夜阑人静,一轮明月高悬墨色的天边,庭院落花飘落在台阶上,寝内的熏香换成软香。
宋倦言面无表情踏入寝内,眉眼深邃,一袭湖蓝暗纹锦缎团花衣,行走间,芝兰玉树,全然不像是作恶多端的恶鬼。
宁绮瞥了一眼,垂眸低想,又要被狗咬。
肩膀忽然一沉,宁绮不必抬头就知道是宋倦言,还没有开口说话,宋倦言已经抓住她的皓腕。

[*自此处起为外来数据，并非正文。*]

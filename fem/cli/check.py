"""The work behind `check`: what a docket says, as plain data. Builds the section, solves nothing."""

from pathlib import Path
from typing import Any

import numpy as np

from fem.cli.answer import out, put_json
from fem.cli.check_tables import show
from fem.cli.run import asked_for, in_docket, read
from fem.docket import Docket
from fem.docket.content import content_hash
from fem.earn.limits import limit_text
from fem.earn.pose import Posed, pose
from fem.laws import Law
from fem.results.numbers import Scale, Writer
from fem.section.build import Plan
from fem.section.where import regions_at
from fem.solve.problem import Face

SMALL, LARGE = 1e-3, 20.0
"""m, across. Sections outside this are asked about, never refused; our own judgement, no source."""
COLD = 200.0
"""K. Dockets in kelvin that stay below it are asked about, never refused; our own judgement, no source."""
SAMPLES = 500
"""Instants at which a schedule is read, besides its breaks, for the lowest and highest value that is told."""

Entry = dict[str, Any]


def check_docket(path: Path, *, variant: str | None, as_json: bool) -> None:
    """Print what a docket says.

    Raises
    ------
    DocketError
        With every problem of the docket, or of its section.
    """
    docket = read(asked_for(path, variant=variant))
    with in_docket(path, docket):
        posed = pose(docket)
    found = found_in(docket, posed)
    if as_json:
        put_json(found)
    else:
        show(out(), found)


def found_in(docket: Docket, posed: Posed) -> Entry:
    """Return what was found, numbers in the docket's units.

    Keys
    ----
    title, content_hash, steady, revolution, notes, variants
    units : {length, time, temperature, difference}
    regions : list of {name, stock, area, source}
        `source` as the values of exposures, or null.
    edges : list of {name, length, faces}
        The outside; `faces` names exposures, none where it is insulated.
    interfaces : list of {between, length}
    exposures : list of {name, on, length, values}
        `on` names the edges, `length` is that of all of them.
        `values` by name: {over, lowest, highest, unit, jumps, kinks}; `over` tells what the value depends on; lowest
        and highest are null where that is more than time.
    clock : null or {begin, end, report_every, breaks}
        `breaks` counts the instants on which the march lands between begin and end.
    gauges : list of {name, x, y, region, band}
    limits : list of {name, sentence}
    wanted : {gauges}
    allowance : {cells, seconds}
    """
    writer = Writer(docket.units, steady=docket.steady, revolution=posed.problem.revolution)
    units = {name: writer.scale(name).unit for name in ("length", "time", "temperature")}
    difference = writer.scale("temperature difference")
    edges, exposures = _edges(posed, writer), _exposures(posed, writer)
    remarks = [*_odd_size(posed.plan, writer), *_adding_up(edges), *_odd_kelvin(docket, exposures)]
    return {
        "title": docket.title,
        "content_hash": content_hash(docket),
        "steady": docket.steady,
        "revolution": posed.problem.revolution,
        "notes": [*posed.plan.notes, *remarks],
        "variants": [variant.name for variant in docket.variants],
        "units": {**units, "difference": difference.unit.removeprefix("delta_")},
        "regions": _regions(posed, writer),
        "edges": edges,
        "interfaces": _interfaces(posed.plan, writer.scale("length")),
        "exposures": exposures,
        "clock": _clock(docket, posed, writer.scale("time")),
        "gauges": _gauges(docket, posed.plan, writer),
        "limits": [{"name": limit.name, "sentence": limit_text(docket, limit)} for limit in docket.limits],
        "wanted": {"gauges": difference.out(docket.wanted.gauges)},
        "allowance": {"cells": docket.allowance.cells, "seconds": docket.allowance.seconds},
    }


def _regions(posed: Posed, writer: Writer) -> list[Entry]:
    square = writer.scale("length").factor ** 2
    rows = zip(posed.plan.region_names, posed.stocks, posed.plan.region_area, posed.problem.source, strict=True)
    return [
        {
            "name": name,
            "stock": stock.stock,
            "area": float(area) / square,
            "source": None if source is None else value_of(source, "heat source", posed, writer),
        }
        for name, stock, area, source in rows
    ]


def _odd_size(plan: Plan, writer: Writer) -> list[str]:
    """Return a remark on a section so large or so small that its unit of length may be a slip."""
    if SMALL <= plan.size <= LARGE:
        return []
    return [f"the section is {writer.length(plan.size)} across: is the unit of length right?"]


def _adding_up(edges: list[Entry]) -> list[str]:
    """Return a remark on each outside edge that faces more than one exposure."""
    several = [edge for edge in edges if len(edge["faces"]) > 1]
    return [f"{edge['name']} faces {' and '.join(edge['faces'])}: what they bring adds up" for edge in several]


def _odd_kelvin(docket: Docket, exposures: list[Entry]) -> list[str]:
    """Return a remark where all temperatures of a docket in kelvin are so low that degrees Celsius may be meant."""
    starts = [docket.start.everywhere, *(region.start for region in docket.section.regions)]
    known = [float(start) for start in starts if isinstance(start, int | float)]
    known += [limit.temperature for limit in docket.limits if limit.temperature is not None]
    values = [value for exposure in exposures for value in exposure["values"].values()]
    known += [value["highest"] for value in values if value["unit"] == "K" and value["highest"] is not None]
    if docket.units.temperature != "K" or not known or max(known) >= COLD:
        return []
    return [f'no temperature here reaches {COLD:g} K (-73 °C): are they in °C? then write temperature = "degC"']


def _edges(posed: Posed, writer: Writer) -> list[Entry]:
    """Return the outside, edge by edge; a part of an edge that faces something else is an entry of its own."""
    lengths: dict[tuple[str, tuple[str, ...]], float] = {}
    for i, curve in enumerate(posed.plan.curves):
        if min(curve.left, curve.right) < 0:
            faces = tuple(face.name for face in posed.problem.faces if i in face.curves)
            key = (", ".join(writer.words(label) for label in sorted(curve.labels)), faces)
            lengths[key] = lengths.get(key, 0.0) + curve.length
    rows, scale = sorted(lengths.items()), writer.scale("length")
    return [{"name": name, "length": scale.out(length), "faces": list(faces)} for (name, faces), length in rows]


def _interfaces(plan: Plan, scale: Scale) -> list[Entry]:
    lengths: dict[tuple[int, int], float] = {}
    for curve in plan.curves:
        if min(curve.left, curve.right) >= 0:
            pair = (min(curve.left, curve.right), max(curve.left, curve.right))
            lengths[pair] = lengths.get(pair, 0.0) + curve.length
    names = plan.region_names
    rows = sorted(lengths.items())
    return [{"between": [names[a], names[b]], "length": scale.out(length)} for (a, b), length in rows]


# --- exposures --------------------------------------------------------------------------------------


def _exposures(posed: Posed, writer: Writer) -> list[Entry]:
    """Return the exposures, each once: what it says is the same on all its edges."""
    scale = writer.scale("length")
    found: dict[str, Entry] = {}
    for face in posed.problem.faces:
        if face.name not in found:
            found[face.name] = {"name": face.name, "on": [], "length": 0.0, "values": _values(face, posed, writer)}
        found[face.name]["on"].append(writer.words(face.edge))
        found[face.name]["length"] += scale.out(sum(posed.plan.curves[i].length for i in face.curves))
    return list(found.values())


def _values(face: Face, posed: Posed, writer: Writer) -> Entry:
    laws = [] if face.held is None else [("held at", face.held, "temperature")]
    laws += [("flux", flux, "heat flux") for flux in face.fluxes]
    for film in face.films:
        laws += [("film", film.coefficient, "film coefficient"), ("ambient", film.ambient, "temperature")]
    for radiant in face.radiants:
        laws += [("emissivity", radiant.emissivity, "fraction"), ("surroundings", radiant.surroundings, "temperature")]
    return {name: value_of(law, kind, posed, writer) for name, law, kind in laws}


def value_of(law: Law, kind: str, posed: Posed, writer: Writer) -> Entry:
    """Return what a value depends on, its lowest and highest over the clock, and how often it jumps and kinks there."""
    names = {"t": "time", "T": "temperature", "x": "x", "y": "y"}
    over = [name for variable, name in names.items() if variable in law.needs]
    scale = writer.scale(kind)
    begin, end = posed.problem.begin or 0.0, posed.problem.end or 0.0
    inside = [b for b in law.breaks if begin < b.t < end]
    low = high = None
    if law.needs <= {"t"}:
        values = [float(law(t=t)) for t in _instants(begin, end, [b.t for b in inside])]
        low, high = float(scale.out(min(values))), float(scale.out(max(values)))
    jumps = sum(b.jump for b in inside)
    about = {"over": over, "lowest": low, "highest": high, "unit": scale.unit.removeprefix("delta_")}
    return {**about, "jumps": jumps, "kinks": len(inside) - jumps}


def _instants(begin: float, end: float, breaks: list[float]) -> list[float]:
    """Return where to read a schedule: evenly, and at each break and right before it."""
    before = [float(np.nextafter(t, begin)) for t in breaks]
    return [*np.linspace(begin, end, SAMPLES).tolist(), *breaks, *before]


# --- clock and gauges -------------------------------------------------------------------------------


def _clock(docket: Docket, posed: Posed, scale: Scale) -> Entry | None:
    clock = docket.clock
    if clock is None:
        return None
    times = {"begin": clock.begin, "end": clock.end, "report_every": clock.report_every}
    return {**{name: scale.out(t) for name, t in times.items()}, "breaks": len(posed.problem.breaks())}


def _gauges(docket: Docket, plan: Plan, writer: Writer) -> list[Entry]:
    length, difference = writer.scale("length"), writer.scale("temperature difference")
    return [
        {
            "name": gauge.name,
            "x": length.out(gauge.x),
            "y": length.out(gauge.y),
            "region": _where(plan, gauge.x, gauge.y),
            "band": difference.out(docket.wanted.gauges if gauge.band is None else gauge.band),
        }
        for gauge in docket.gauges
    ]


def _where(plan: Plan, x: float, y: float) -> str:
    regions, on_border = regions_at(plan, x, y)
    return f"border of {' and '.join(regions)}" if on_border else regions[0]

冷冰冰的触感,如同冬日的溪水,宁绮莫名打了寒颤,抬眸间却已经被拽入床榻深处。
今夜过于漫长,宋倦言又跟之前一样,从容不迫。
唯一不同的便是,今日不像上次那般燥热,为此宁绮还算镇定。
可为何宋倦言的脸色越来越难看,甚至到后面几乎是压不住地粗鲁了几分,宁绮不明白。
难道他是厌倦自己?既然乏了,为何还要生气?宁绮的思绪混乱,耳畔传来他阴沉的声音。
“你为何跟上次不一样。”
什么不一样?
宁绮咬紧下唇,忍耐酸疼感,侧脸避开他阴翳的眉眼,下颌倏然一紧。原来是宋倦言骤然扼住她的下颌,咬牙切齿地道:“为何不看我。”
犹记上次,她分明一直羞怯地看着他,而不是躲避的姿态。
宋倦言的血液里沸腾怒意,从胸膛直至喉咙,最后变成不甘心的质问。
宁绮眼睫颤抖,鬓角沁出汗珠,双手无力地攥住被褥一角,实在弄不清楚宋倦言究竟每天在想什么,也怕说错话,万一惹怒他,干脆闭嘴。
可她不说话,却让宋倦言误会宁绮故意。
她分明是故意来气自己!
宋倦言仿佛找到怒意的宣泄口,迫不及待地要撕碎怀里的女人,凭什么她能安然无事地给自己下蛊,还故意气自己,凭什么?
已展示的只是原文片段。